[Collected data]
▶

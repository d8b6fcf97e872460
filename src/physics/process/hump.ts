import type { LoadSearch, WorkingPoint } from './load-search.ts';
import { placeOf, zoneAt } from './slurry-curve.ts';

/**
 * Height of the floor under the oldest slurry over that under the freshest once all of it sinks alike (m): each zone takes
 * the gap at which it sinks as fast as the face does, at the age its slurry has under the flat floor. The floor comes to it
 * within a few hump heights of sinking. Infinity where the oldest sinks so fast at no gap: a boss grows there. Derived.
 */
export function humpOf(search: LoadSearch, { point, step }: WorkingPoint): number {
  if (!(point.rate > 0)) return 0;
  const ages = point.zones.map(({ age }) => age);
  const youngest = zoneGap(search, Math.min(...ages), point.rate, step);
  const oldest = zoneGap(search, Math.max(...ages), point.rate, step);
  return Math.max(0, youngest - oldest);
}

/** Largest gap at which slurry of an age sinks the floor at a rate (m), sought from a step; minus infinity where there is none. */
function zoneGap(search: LoadSearch, age: number, rate: number, from: number): number {
  const { setting, places, shares } = search;
  const rateAt = (step: number) => {
    const { useful, rate: whole } = zoneAt(setting, placeOf(places, step).place, age, shares);
    return useful * whole;
  };
  const gapAt = (step: number) => placeOf(places, step).place.gap;
  let over = Math.max(1, Math.min(from, places.last));
  let under = over;
  let [atOver, atUnder] = [rateAt(over), rateAt(over)];
  while (atUnder >= rate && under > 1) {
    [over, atOver] = [under, atUnder];
    under--;
    atUnder = rateAt(under);
  }
  while (atOver < rate) {
    [under, atUnder] = [over, atOver];
    if (over >= places.last) return Number.NEGATIVE_INFINITY;
    over++;
    atOver = rateAt(over);
    if (atOver < atUnder) return Number.NEGATIVE_INFINITY;
  }
  if (!(atUnder < rate)) return gapAt(under);
  return gapAt(under) + ((rate - atUnder) / (atOver - atUnder)) * (gapAt(over) - gapAt(under));
}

◀

▶ [What to produce] Could you copy exactly the line containing "return gapAt(under) +" and each line after it through the end of the records, and nothing else?

▶ [Problem solution]
  return gapAt(under) + ((rate - atUnder) / (atOver - atUnder)) * (gapAt(over) - gapAt(under));
}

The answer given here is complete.